Academic background
- Thesis: Permeable: Politics of Extraction and Exposure on the Navajo Nation (2019)

Academic work
- Discipline: Anthropology
- Sub-discipline: sociocultural anthropology, legal anthropology, visual anthropology
- Institutions: University of Chicago
- Website: https://teresamontoya.squarespace.com

= Teresa Montoya =

American film director

Teresa Montoya is a Diné media maker and social scientist with training in socio-cultural anthropology, critical Indigenous studies, and filmmaking.

== Early life ==
Teresa grew up in Western Colorado.

Teresa received a Bachelor of Arts (BA) at the University of San Diego in Spanish and Interdisciplinary Humanities with an emphasis in Art History in 2006. She then went on to pursue a Master of Arts (MA) in Anthropology at the University of Denver with an emphasis in Museum Studies, which she completed in 2011. In 2019, she completed her Doctorate (PhD) in Anthropology at New York University. Her dissertation, titled Permeable: Politics of Extraction and Exposure on the Navajo Nation, approaches territorial dispossession and environmental toxicity as they relate to tribal jurisdiction and settler colonialism in contemporary Diné communities in present-day northern Arizona and New Mexico. Teresa is currently a Provost's Postdoctoral Fellow in the Department of Anthropology at the University of Chicago.

Teresa's grandfather, Thomas Lynch Jr., served the US Army in the World War II from May 1943 to December 1945 with the 42 Rainbow Division. He was captured during the Battle of the Bulge and held as a German Prisoner of war for almost four months. He died at the age of 98 on July 27, 2021, at Window Rock, Arizona.

== Art practice ==
Montoya's art practice reflects her background and knowledge of filmmaking, and includes photography. Her 2016 body of work Yellow Water responds to the aftermath of the Gold King Mine Spill, which occurred in 2015. Positing territorial dispossession and environmental toxicity as pervasive features of contemporary Indigenous life, this body of work critically engages with photography to trace the acidic mine waste discharged into the Animas and San Juan rivers that flow across the Navajo Nation. This body of work, including photographs, audio, and bottles filled with contaminated water, was exhibited in 2019 at the Morris and Helen Belkin Art Gallery in Vancouver, British Columbia, for the Spill exhibition.

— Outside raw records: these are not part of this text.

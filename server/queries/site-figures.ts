import { ruleSetVersion } from "../../shared/rule-sets";
import { DUTY_KINDS } from "../../shared/schemas/duty";
import { FINDING_KINDS, type FindingKind } from "../../shared/schemas/finding";
import {
  FIGURES_BY,
  type FigureCell,
  type FiguresBy,
  type SiteFiguresView,
} from "../../shared/schemas/site-figures";
import { row, rows } from "../lib/db";
import { only } from "../lib/only";
import { type Actor, visible } from "../lib/policy";
import { protectCounts, type RowShape } from "../lib/small-cells";
import { dayPolicy, findingPolicy, trainingPolicy, workerPolicy } from "../policies";
import { countDuties } from "./duties";
import { type YearOfSite, yearDays, yearGaps } from "./gaps";
import { TRAINING_DUTIES, trainingDues } from "./training";
import { COUNTS_OF_PERSONS, PERSON_OF_DAYS } from "./year-reports";

type Criterion = SiteFiguresView["criteria"][number];
type Names = "inNoise" | "measured" | "byGroup" | "neverMeasured" | "undecided";

interface Counted {
  by: FiguresBy | "site";
  id: string | null;
  name: string | null;
  people: Record<Names, number>;
  /** By "rule set, criterion". */
  over: Record<string, number>;
}

/** What was done on a day `d`. */
const DID = `JOIN shifts f ON f.worker_id = d.worker_id AND f.date = d.date AND NOT f.is_void
       JOIN shift_tasks k ON k.shift_revision_id = f.current_revision_id`;

/**
 * People of a year by crew, job, area and task, and of the whole site: each counted once in each row, by the days on which they
 * were of it. The day is judged as a whole, whatever else was done on it.
 */
function countPeople(actor: Actor, asked: YearOfSite): Promise<Counted[]> {
  return rows<Counted>(
    `WITH ${yearDays(actor)},
     done AS MATERIALIZED (
       SELECT d.*, y.crew_id, w.job_id, jsonb_path_query_array(r.criteria->'governing', '$[*] ? (@.verdict == "over").criterionId') AS over
       FROM year_days d JOIN day_results r ON r.id = d.result_id JOIN days y ON y.worker_id = d.worker_id AND y.date = d.date
       JOIN workers w ON w.id = d.worker_id),
     unit AS MATERIALIZED (
       SELECT 'site' AS by, NULL::uuid AS id, d.* FROM done d
       UNION ALL SELECT 'crew', d.crew_id, d.* FROM done d
       UNION ALL SELECT 'job', d.job_id, d.* FROM done d
       UNION ALL SELECT 'task', k.task_id, d.* FROM done d ${DID}
       UNION ALL SELECT 'area', t.area_id, d.* FROM done d ${DID} JOIN tasks t ON t.id = k.task_id),
     person AS (SELECT d.by, d.id, d.worker_id, ${PERSON_OF_DAYS} FROM unit d GROUP BY d.by, d.id, d.worker_id),
     over_of AS (SELECT d.by, d.id, concat(d.governing_rule_set, ', ', c.id) AS criterion, count(DISTINCT d.worker_id)::int AS people
       FROM unit d CROSS JOIN LATERAL jsonb_array_elements_text(d.over) c(id) GROUP BY d.by, d.id, d.governing_rule_set, c.id),
     people AS (SELECT p.by, p.id, json_build_object(${COUNTS_OF_PERSONS}) AS people FROM person p GROUP BY p.by, p.id)
     SELECT p.by, p.id, coalesce(c.name, j.name, a.name, t.name) AS name, p.people,
       (SELECT coalesce(json_object_agg(o.criterion, o.people), '{}') FROM over_of o WHERE o.by = p.by AND o.id IS NOT DISTINCT FROM p.id) AS over
     FROM people p LEFT JOIN crews c ON c.id = p.id LEFT JOIN jobs j ON j.id = p.id LEFT JOIN areas a ON a.id = p.id LEFT JOIN tasks t ON t.id = p.id
     ORDER BY name NULLS LAST, p.id`,
    { siteId: asked.siteId, year: asked.year },
  );
}

interface Banded {
  kind: FindingKind;
  isPersonal: boolean;
  total: number;
  first: number;
  second: number;
  third: number;
}

/** People with an open finding by the age of their oldest, and findings about nobody. */
const countFindings = (actor: Actor, siteId: string): Promise<Banded[]> =>
  rows<Banded>(
    `WITH since AS (
       SELECT f.kind, bool_or(f.worker_id IS NOT NULL) AS is_personal, (now() AT TIME ZONE max(s.time_zone))::date - min(f.first_date) AS days
       FROM findings f JOIN sites s ON s.id = f.site_id WHERE f.site_id = :siteId AND f.state <> 'closed' AND ${visible(findingPolicy, actor, "f")}
       GROUP BY f.kind, coalesce(f.worker_id, f.id))
     SELECT kind, bool_or(is_personal) AS "isPersonal", count(*)::int AS total, count(*) FILTER (WHERE days < 30)::int AS first,
       count(*) FILTER (WHERE days BETWEEN 30 AND 89)::int AS second, count(*) FILTER (WHERE days >= 90)::int AS third
     FROM since GROUP BY kind`,
    { siteId },
  );

interface TrainingCounts {
  owed: number;
  never: number;
  overdue: number;
  inTime: number;
  trained: number;
  sessions: number;
}

const countTraining = async (actor: Actor, { siteId, year }: YearOfSite): Promise<TrainingCounts> =>
  only(
    await rows<TrainingCounts>(
      `WITH held AS (SELECT t.id FROM training_sessions t WHERE t.site_id = :siteId AND t.struck_reason IS NULL
         AND t.held_on BETWEEN make_date(:year, 1, 1) AND make_date(:year, 12, 31) AND ${visible(trainingPolicy, actor, "t")}),
       owed AS (SELECT q."trainedOn", q."dueOn"::date < (now() AT TIME ZONE s.time_zone)::date AS is_overdue
         FROM (${trainingDues(`w.site_id = :siteId AND ${visible(workerPolicy, actor, "w")}`)}) q JOIN sites s ON s.id = q."siteId")
       SELECT count(*)::int AS owed, count(*) FILTER (WHERE q."trainedOn" IS NULL)::int AS never,
         count(*) FILTER (WHERE q."trainedOn" IS NOT NULL AND q.is_overdue)::int AS overdue,
         count(*) FILTER (WHERE q."trainedOn" IS NOT NULL AND NOT q.is_overdue)::int AS "inTime",
         (SELECT count(DISTINCT a.worker_id)::int FROM training_attendances a JOIN held t ON t.id = a.session_id) AS trained,
         (SELECT count(*)::int FROM held) AS sessions
       FROM owed q`,
      { siteId, year, duties: TRAINING_DUTIES },
    ),
  );

const latestYear = (actor: Actor, siteId: string) =>
  row<{ year: number }>(
    `SELECT extract(year FROM coalesce((SELECT max(d.date) FROM days d WHERE d.site_id = s.id AND ${visible(dayPolicy, actor, "d")}),
       (now() AT TIME ZONE s.time_zone)::date))::int AS year FROM sites s WHERE s.id = :siteId`,
    { siteId },
  );

/** The day's criteria of the year's rule sets; a weekly one is no day's. */
const criteriaOf = (ruleSets: SiteFiguresView["ruleSets"]): Criterion[] =>
  ruleSets.flatMap(({ key, version }) =>
    (ruleSetVersion(key, version)?.criteria ?? [])
      .filter(({ quantity }) => quantity !== "lex-weekly")
      .map(({ id }) => ({ ruleSetKey: key, ruleSetVersion: version, id })),
  );

/** In noise; then measured, by group, never, undecided; then over each criterion. Whoever is over one may be over the next. */
function shapeOf(criteria: readonly Criterion[]): RowShape {
  const over = criteria.map((_, index) => index + 5);
  return {
    parts: [1, 2, 3],
    nested: [
      ...[1, 2, 3, 4, ...over].map((at): [number, number] => [0, at]),
      ...over.flatMap((whole, index) =>
        over.slice(index + 1).map((part): [number, number] => [whole, part]),
      ),
    ],
  };
}

const BANDS: RowShape = {
  parts: [1, 2, 3],
  nested: [
    [0, 1],
    [0, 2],
    [0, 3],
  ],
};

type Bands = Record<"total" | "first" | "second" | "third", FigureCell>;

/** What is about people as it may be shown; an instrument or a machine has nothing to hide. */
function bandsOf(counts: readonly number[], isPersonal: boolean): Bands {
  const cells = isPersonal ? protectCounts(BANDS, [[counts]]).tables[0]?.[0] : counts;
  const [total = 0, first = 0, second = 0, third = 0] = cells ?? [];
  return { total, first, second, third };
}

/** Gaps that count each person once. */
const GAPS_OF_PEOPLE = ["not-measured", "no-protector", "not-fitted", "not-trained"] as const;

/**
 * A site in counts of people, without names, and without counts of fewer than five.
 *
 * @param counter who sees what is counted (see `counterAt`)
 */
export async function siteFigures(
  counter: Actor,
  { siteId, year: wanted }: { siteId: string; year: number | undefined },
): Promise<SiteFiguresView> {
  const year = wanted ?? (await latestYear(counter, siteId))?.year ?? 0;
  const asked = { siteId, year };
  const { ruleSets, years, counts: gaps } = await yearGaps(counter, asked);
  const criteria = criteriaOf(ruleSets);
  const counted = await countPeople(counter, asked);
  const listOf = ({ people, over }: Counted) => [
    people.inNoise,
    people.measured,
    people.byGroup,
    people.neverMeasured,
    people.undecided,
    ...criteria.map(({ ruleSetKey, id }) => over[`${ruleSetKey}, ${id}`] ?? 0),
  ];
  const blocks = FIGURES_BY.map((by) => counted.filter((one) => one.by === by));
  const site = counted.find(({ by }) => by === "site");
  const { tables, total } = protectCounts(
    shapeOf(criteria),
    blocks.map((block) => block.map(listOf)),
    site ? listOf(site) : Array.from({ length: 5 + criteria.length }, () => 0),
  );
  const present = (cells: readonly FigureCell[]) => {
    const [inNoise = 0, measured = 0, byGroup = 0, neverMeasured = 0, undecided = 0, ...over] =
      cells;
    return { inNoise, measured, byGroup, neverMeasured, undecided, over };
  };
  const groups = Object.fromEntries(
    FIGURES_BY.map((by, at) => [
      by,
      (blocks[at] ?? []).map(({ id, name }, index) => ({
        id,
        name,
        ...present(tables[at]?.[index] ?? []),
      })),
    ]),
  ) as SiteFiguresView["groups"];
  const findings = await countFindings(counter, siteId);
  const duties = await countDuties(counter, siteId);
  const training = await countTraining(counter, asked);
  const {
    total: owed,
    first: never,
    second: overdue,
    third: inTime,
  } = bandsOf([training.owed, training.never, training.overdue, training.inTime], true);
  const inNoise = site?.people.inNoise ?? 0;
  return {
    year,
    years,
    ruleSets,
    criteria,
    total: present(total ?? []),
    groups,
    gaps: GAPS_OF_PEOPLE.flatMap((kind) => gaps.find((gap) => gap.kind === kind) ?? []).map(
      (gap) => ({
        ...gap,
        count:
          protectCounts({ parts: [], nested: [[0, 1]] }, [[[inNoise, gap.count]]])
            .tables[0]?.[0]?.[1] ?? 0,
      }),
    ),
    findings: findings
      .sort((a, b) => FINDING_KINDS.indexOf(a.kind) - FINDING_KINDS.indexOf(b.kind))
      .map(({ kind, isPersonal, total: all, first, second, third }) => ({
        kind,
        ...bandsOf([all, first, second, third], isPersonal),
      })),
    duties: duties
      .sort((a, b) => DUTY_KINDS.indexOf(a.kind) - DUTY_KINDS.indexOf(b.kind))
      .map(({ kind, isPersonal, total: all, overdue: late, soon, later }) => ({
        kind,
        ...bandsOf([all, late, soon, later], isPersonal),
      })),
    training: {
      owed,
      never,
      overdue,
      inTime,
      trained: bandsOf([training.trained], true).total,
      sessions: training.sessions,
    },
  };
}
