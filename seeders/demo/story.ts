import type { MeterSettings, Unaccounted } from "../../shared/acoustics/types";
import type { FindingKind, FindingStepInput } from "../../shared/schemas/finding";
import {
  ENERGY_MEAN,
  RECOMMENDED_DOSE,
  type SiteKey,
  THRESHOLD_80,
  THRESHOLD_90,
} from "./programme";
import { type DemoProtector, WORN_MARSH_CAP } from "./protectors";

/**
 * What departs from the usual, as chapters: each gives one or more findings a reason. Days are working days before the
 * day of filling, counted on the calendar of the crew concerned: 0 is today, 1 the working day before. A chapter that
 * begins before the first day of the demo is left out as a whole.
 */
export interface Chapter {
  title: string;
  departures?: readonly Departure[];
  steps?: readonly Step[];
}

/** Working days before today, or after the first day of the demo. */
export type Day = number | { readonly in: number };

/** A shift that was not as usual. */
export interface Departure {
  worker: string;
  /** One day, or the days from the first to the last. */
  day: number | readonly [from: number, to: number];
  /** Works with this crew on loan, with this job's tasks. */
  onLoan?: { crew: string; job: string };
  isAbsent?: boolean;
  minutes?: Readonly<Record<string, number>>;
  /** Minutes of the shift that nobody can say anything about. */
  leavesOutMin?: number;
  /** Share worn by task, percent; null: not known. Of all tasks in noise where a plain value stands. */
  worn?: Readonly<Record<string, number>> | null;
  note?: string;
  run?: DemoRun;
}

export interface DemoRun {
  instrument: string;
  checks: readonly [beforeDb: number, afterDb: number | null];
  /** Why it counts in spite of what speaks against it. */
  keptReason?: string;
  unusual?: string;
  readings: readonly {
    settings: MeterSettings;
    averageDb?: number;
    dosePct?: number;
    lceqDb?: number;
    lasMaxDb?: number;
    peakDb?: number;
  }[];
}

/** The finding of a worker or of a job; without a criterion the only one of its kind. */
export interface About {
  worker?: string;
  job?: string;
  kind: FindingKind;
  criterion?: string;
}

type Stepping = FindingStepInput | { kind: "take-in-hand"; dueInDays: number };

export type Deed =
  | {
      assign: {
        workers: readonly string[];
        inner: string;
        outer?: string;
        task?: string;
        area?: string;
        toDay?: number;
      };
    }
  | {
      protectorData: {
        model: string;
        data: DemoProtector["data"] | "as at first";
        fromDay: number;
        reason: string;
      };
    }
  | {
      measureAnew: {
        task: string;
        job: string;
        survey: string;
        samplesDb: readonly number[];
        reason: string;
      };
    }
  | { rules: { site: SiteKey; governing: string; comparison: readonly string[]; reason: string } }
  | { finding: About; step: Stepping }
  | {
      closeAll: { site: SiteKey; criterionOf: string; except: readonly FindingKind[] };
      reason: string;
    }
  | {
      correct: {
        worker: string;
        day: number;
        minutes?: Readonly<Record<string, number>>;
        unaccounted?: Unaccounted;
        reason: string;
      };
    }
  | { voidShift: { worker: string; day: number; reason: string } }
  | { loan: { worker: string; crew: string; toDay: number } }
  | { report: { worker: string; text: string } };

export type Step = Deed & {
  /** On whose calendar the day counts. */
  crew: string;
  day: Day;
  at: string;
  /** Who does it, as in the list of people. */
  by: string;
};
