import type { UserView } from "../../shared/schemas/user";
import { rows } from "../lib/db";
import { inForce } from "../lib/grants";
import { type Actor, visible } from "../lib/policy";
import { userPolicy } from "../policies";

export type UserRow = Omit<UserView, "can" | "grants" | "lastSignInAt" | "revokedAt"> & {
  grants: Omit<UserView["grants"][number], "isWithinReach">[];
  lastSignInAt: Date | null;
  revokedAt: Date | null;
};

/** People who may sign in, and those who no longer may, with the roles they hold. */
export async function listUsers(actor: Actor, id: string | null = null): Promise<UserRow[]> {
  return rows<UserRow>(
    `SELECT u.id, u.name, u.email, u.expected_subject AS "expectedSubject", u.subject IS NOT NULL AS "isBound",
       u.worker_id AS "workerId", w.name AS "workerName", u.language, u.last_sign_in_at AS "lastSignInAt",
       u.revoked_at AS "revokedAt", u.revision,
       coalesce((SELECT json_agg(json_build_object('id', g.id, 'role', g.role, 'siteId', g.site_id, 'siteName', s.name, 'year', g.year, 'endsAt', g.ends_at, 'groupName', p.group_name) ORDER BY g.role, s.name)
                 FROM role_grants g LEFT JOIN sites s ON s.id = g.site_id LEFT JOIN group_mappings p ON p.id = g.mapping_id
                 WHERE g.user_id = u.id AND ${inForce("g")}), '[]') AS grants
     FROM users u LEFT JOIN workers w ON w.id = u.worker_id
     WHERE ${visible(userPolicy, actor, "u")} AND (CAST(:id AS uuid) IS NULL OR u.id = :id)
     ORDER BY u.revoked_at IS NOT NULL, u.name, u.id`,
    { id },
  );
}
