import {
  type Ahead,
  atEarDbOf,
  type ExpectedDay,
  faultsAhead,
  isSettled,
} from "../../shared/findings/expected";
import { WORN_KINDS } from "../../shared/findings/orders";
import type { Proposal } from "../../shared/findings/remedy";
import type { FindingKind, FindingRow, FindingState } from "../../shared/schemas/finding";
import { rows } from "../lib/db";
import { groupBy } from "../lib/group-by";
import { comingDays } from "./coming-days";
import { evaluateExpected, type PersonExpected, peopleExpected } from "./expected-days";
import { knownOnWorkers, onWorkerKey } from "./on-worker";
import { proposalsFrom } from "./proposals";
import { registerOn } from "./protector-register";
import { rulesOn } from "./site-settings";

/** What is wrong with a day to come, the worst first, and what would put it right. */
export interface Outlook {
  readonly day: ExpectedDay;
  readonly faults: readonly Ahead[];
  readonly proposal: Proposal | null;
}

/** These days to come of one date, by worker. */
export async function outlooksOf(
  date: string,
  expected: ReadonlyMap<string, ExpectedDay>,
): Promise<Map<string, Outlook>> {
  const days = [...expected].map(([workerId, day]) => ({
    workerId,
    date,
    day,
    faults: faultsAhead(day),
  }));
  const faulty = days.filter(({ faults }) => faults.length > 0);
  const known = await knownOnWorkers(faulty);
  const propose = proposalsFrom(faulty.length > 0 ? await registerOn(date) : []);
  return new Map(
    days.map((one): [string, Outlook] => {
      const { workerId, day, faults } = one;
      const proposal = faults.length > 0 ? propose(day, known.get(onWorkerKey(one))) : null;
      return [workerId, { day, faults, proposal }];
    }),
  );
}

/** By worker the latest judged day with a word for what was worn, where that was in order. */
export async function lastInOrder(workerIds: readonly string[]): Promise<Map<string, string>> {
  if (workerIds.length === 0) return new Map();
  const found = await rows<{ workerId: string; date: string; isInOrder: boolean }>(
    `SELECT DISTINCT ON (d.worker_id) d.worker_id AS "workerId", d.date::text AS date,
       r.word NOT IN ('too-little', 'too-much') AND r.verdict_at_ear NOT IN ('over', 'cant-tell-yet') AS "isInOrder"
     FROM days d JOIN day_results r ON r.id = d.current_result_id
     WHERE d.worker_id = ANY (CAST(:ids AS uuid[])) AND r.word IS NOT NULL ORDER BY d.worker_id, d.date DESC`,
    { ids: `{${workerIds.join(",")}}` },
  );
  return new Map(
    found.flatMap(({ workerId, date, isInOrder }): [string, string][] =>
      isInOrder ? [[workerId, date]] : [],
    ),
  );
}

/** Whether the latest day of a finding credited the active part already; SQL, of a row `f` of findings. */
export const WAS_CREDITED =
  "EXISTS (SELECT 1 FROM day_results r WHERE r.id = f.last_result_id AND r.at_ear_counted_db IS NOT NULL)";

interface Found {
  readonly id: string;
  readonly kind: FindingKind;
  readonly state: FindingState;
  readonly facts: Readonly<Record<string, unknown>>;
  readonly lastDate: string;
  readonly rulesUntil: string | null;
  readonly workerId: string | null;
  readonly wasCredited: boolean;
}

/**
 * By finding what it comes to for the day to come, of those that are about what is worn and wait for somebody. Nothing is
 * said of whoever has no usual day, and of what is asked about a day that is past. A fixed number of statements for a
 * site and date.
 */
export async function findingsToday(
  findings: readonly Found[],
): Promise<Map<string, NonNullable<FindingRow["today"]>>> {
  const asked = findings.filter(
    ({ kind, state, rulesUntil, workerId }) =>
      WORN_KINDS.has(kind) && state !== "closed" && state !== "done" && !rulesUntil && workerId,
  );
  const workerIds = [...new Set(asked.flatMap(({ workerId }) => workerId ?? []))];
  const outlooks = await usualOutlooks(workerIds);
  const inOrder = await lastInOrder([...outlooks.keys()]);
  return new Map(
    asked.flatMap((finding): [string, NonNullable<FindingRow["today"]>][] => {
      const outlook = finding.workerId === null ? undefined : outlooks.get(finding.workerId);
      const today =
        outlook && todayOf(finding, outlook, inOrder.get(finding.workerId ?? "") ?? null);
      return today ? [[finding.id, today]] : [];
    }),
  );
}

function todayOf(finding: Found, outlook: Outlook, inOrderOn: string | null): FindingRow["today"] {
  const { day, faults, proposal } = outlook;
  const isOfPast = finding.kind === "not-worn-long-enough";
  if (isSettled(finding, inOrderOn, outlook) || (!isOfPast && faults.length === 0)) {
    return { is: "in-order", atEarDb: atEarDbOf(day.evaluation), word: day.evaluation.word };
  }
  if (isOfPast) return null;
  const isShown = faults.some(({ kind }) => kind === finding.kind);
  return isShown && proposal ? { is: "asked", proposal } : null;
}

/** By worker the outlook on the usual day, on the date that comes next for the crew. */
async function usualOutlooks(workerIds: readonly string[]): Promise<Map<string, Outlook>> {
  const people = await peopleExpected(workerIds);
  const dates = await comingDays(people.flatMap(({ crewId }) => crewId ?? []));
  const dateOf = ({ crewId, today }: PersonExpected) =>
    (crewId === null ? null : dates.get(crewId)?.date) ?? today;
  const outlooks = new Map<string, Outlook>();
  for (const together of groupBy(people, (one) => `${one.siteId} ${dateOf(one)}`).values()) {
    const { siteId } = together[0]!;
    const date = dateOf(together[0]!);
    const settings = await rulesOn(siteId, date);
    if (!settings) continue;
    const expected = await evaluateExpected(siteId, date, together, settings);
    for (const [id, outlook] of await outlooksOf(date, expected)) outlooks.set(id, outlook);
  }
  return outlooks;
}
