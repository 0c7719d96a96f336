import type { DayFigures } from "../../shared/schemas/finding";
import { rows } from "../lib/db";
import {
  DAY_FIGURES_COLUMNS,
  type DayFiguresRow,
  presentDayFigures,
} from "../presenters/day-figures";

/** The current figures of these workers on a date. */
export async function dayFiguresOf(
  workerIds: readonly string[],
  date: string,
): Promise<Map<string, DayFigures>> {
  if (workerIds.length === 0) return new Map();
  const found = await rows<DayFiguresRow & { workerId: string }>(
    `SELECT d.worker_id AS "workerId", ${DAY_FIGURES_COLUMNS("r")}
     FROM days d JOIN day_results r ON r.id = d.current_result_id LEFT JOIN tasks k ON k.id = r.deciding_task_id
     WHERE d.worker_id = ANY (CAST(:ids AS uuid[])) AND d.date = :date`,
    { ids: `{${workerIds.join(",")}}`, date },
  );
  return new Map(found.map((row) => [row.workerId, presentDayFigures(row)]));
}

=== Doing the Sheep Good ===
In 1966, anthropologist John Adair and Sol Worth intended to teach students some basic filmmaking skills in order to understand how another culture might conceptualise filmmaking differently. Their purpose was to understand culture-bound ways of representation. When they presented their idea to several Navajo members, Sam Yazzie, the leading elder of the community asked, "Will making movies do the sheep good?" Worth replied that it would not. To this Yazzie responded, "Then why make movies?" The project led to the series Navajo Film Themselves made by Navajo youth at Pine Springs, Arizona. The process is documented in Adair and Worth's book Through Navajo Eyes: An Exploration in Film Communication and Anthropology published by Indiana University Press in 1972 and republished by University of New Mexico Press in 1997.

In 2013, Montoya directed the film Doing the Sheep Good, which reinvigorates Diné relationships to community and filmmaking. The film charts the life of the films and photographs in the series as they are about to be repatriated to their community. The seven films that were part of the series became iconic but had been rarely seen by other Navajos. Doing the Sheep Good documents the homecoming of these films as they are screened for the first time in 46 years.

Doing the Sheep Good has been screened at festivals across the United States and in Brazil.

The movie won the short film award at the 2014 Futures of Visual Anthropology Conference at Temple University.